● **What the task asks**
Both the line with "if isinstance(text, int" and the line with "def header(text: str)" in the records below must appear in the output, along with every line between them, exactly and with nothing added.

● **Task inputs**
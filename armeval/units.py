"""The only home of unit conversion: text with a unit to SI float64, and SI to what people read.

Inside the program everything is SI and radians. ``pint`` is imported when the first unit is read.
"""

from __future__ import annotations

import math
import re
from functools import cache, lru_cache
from typing import TYPE_CHECKING, cast

from armeval.errors import InputError

if TYPE_CHECKING:
    from pint import UnitRegistry

_HEADER = re.compile(r"^\s*(?P<name>[^\[\]]*?)\s*(?:\[(?P<unit>[^\[\]]*)\])?\s*$")
_NUMBER = re.compile(r"^\s*(?P<value>[+-]?(?:\d+\.?\d*|\.\d+)(?:[eE][+-]?\d+)?)\s*(?P<unit>.*?)\s*$")


@cache
def _registry() -> UnitRegistry[float]:
    import pint

    return pint.UnitRegistry(cache_folder=None)


@lru_cache(maxsize=512)
def _root(unit: str) -> tuple[float, dict[str, float], float]:
    """Factor to root units, exponents of the root units without radian, and radian's exponent."""
    try:
        quantity = _registry().Quantity(1.0, _registry().parse_units(unit)).to_base_units()
    except Exception as fault:  # pint raises a dozen kinds; every one of them means "not a unit"
        raise InputError(f"`{unit}` is not a unit", "write a unit such as `mm`, `deg`, `N*m`, `rad/s`") from fault
    powers = {str(name): cast(float, power) for name, power in quantity.unit_items()}
    radians = powers.pop("radian", 0.0)
    return quantity.magnitude, powers, radians


def scale(unit: str, wanted: str) -> float:
    """Factor that turns a number in ``unit`` into one in the SI unit ``wanted``.

    A turn is not a cycle: ``Hz`` does not pass for ``rad/s`` nor ``rpm`` for ``Hz``. A missing ``/rad`` is read
    into torque per angle (``N*m`` passes for ``N*m/rad``).

    Raises
    ------
    InputError
        If ``unit`` is unknown or measures something else than ``wanted``.
    """
    factor, powers, radians = _root(unit)
    wanted_factor, wanted_powers, wanted_radians = _root(wanted)
    same_angle = radians == wanted_radians or (radians == 0.0 and wanted_radians < 0.0)
    if powers != wanted_powers or not same_angle:
        raise InputError(f"`{unit}` does not measure what is due here", f"give it in `{wanted}` or a multiple of it")
    return factor / wanted_factor


def quantity(text: object, wanted: str) -> float:
    """Read ``"60 mm/s"`` as a number in the SI unit ``wanted``.

    Raises
    ------
    InputError
        If it is a bare number, not a finite number, or in a unit of another kind.
    """
    if isinstance(text, bool) or not isinstance(text, str):
        if isinstance(text, int | float):
            raise InputError(f"{text!r} has no unit", f'write it with its unit, such as "{text} {wanted}"')
        raise InputError(f"{text!r} is not a quantity", f'write a number with its unit, such as "1 {wanted}"')
    match = _NUMBER.match(text)
    if match is None:
        raise InputError(f'"{text}" is not a number with a unit', f'write it such as "1 {wanted}"')
    if not match["unit"]:
        raise InputError(f'"{text}" has no unit', f'write it with its unit, such as "{text.strip()} {wanted}"')
    value = float(match["value"]) * scale(match["unit"], wanted)
    if not math.isfinite(value):
        raise InputError(f'"{text}" is not finite', "give a finite value")
    return value


def header(text: str) -> tuple[str, str | None]:
    """Split a column header such as ``lift.angle [deg]`` into its name and its unit (``None`` if it has none).

    Raises
    ------
    InputError
        If the brackets do not match.
    """
    match = _HEADER.match(text)
    if match is None:
        raise InputError(f"the header `{text}` cannot be read", "write `name [unit]`")
    unit = match["unit"]
    return match["name"], unit.strip() if unit is not None else None


def significant(value: float, digits: int = 3) -> str:
    """Write a number with so many significant digits and no exponent in the usual range: 0.0312, 4.13, 84."""
    if value == 0.0 or not math.isfinite(value):
        return "0" if value == 0.0 else str(value)
    exponent = math.floor(math.log10(abs(value)))
    if not -4 <= exponent < 7:
        return f"{value:.{digits - 1}e}"
    return f"{value:.{max(0, digits - 1 - exponent)}f}"


def length_text(metres: float, digits: int = 3) -> str:
    """Write a small length in millimetres: ``4.13 mm``."""
    return f"{significant(1e3 * metres, digits)} mm"


def angle_text(radians: float, digits: int = 3) -> str:
    """Write an angle in degrees: ``12.5 deg``."""
    return f"{significant(math.degrees(radians), digits)} deg"


def torque_text(newton_metres: float, digits: int = 3) -> str:
    """Write a small torque in millinewton metres: ``18.2 mN·m``."""
    return f"{significant(1e3 * newton_metres, digits)} mN·m"


def time_text(seconds: float, digits: int = 3) -> str:
    """Write a time: ``35.0 ms`` below a second, ``1.20 s`` from there."""
    if abs(seconds) < 1.0:
        return f"{significant(1e3 * seconds, digits)} ms"
    return f"{significant(seconds, digits)} s"
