"""From joint-level cogging to the tip of the arm."""

from armeval._version import __version__ as __version__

● **Exercise result**
        if isinstance(text, int | float):
            raise InputError(f"{text!r} has no unit", f'write it with its unit, such as "{text} {wanted}"')
        raise InputError(f"{text!r} is not a quantity", f'write a number with its unit, such as "1 {wanted}"')
    match = _NUMBER.match(text)
    if match is None:
        raise InputError(f'"{text}" is not a number with a unit', f'write it such as "1 {wanted}"')
    if not match["unit"]:
        raise InputError(f'"{text}" has no unit', f'write it with its unit, such as "{text.strip()} {wanted}"')
    value = float(match["value"]) * scale(match["unit"], wanted)
    if not math.isfinite(value):
        raise InputError(f'"{text}" is not finite', "give a finite value")
    return value


def header(text: str) -> tuple[str, str | None]:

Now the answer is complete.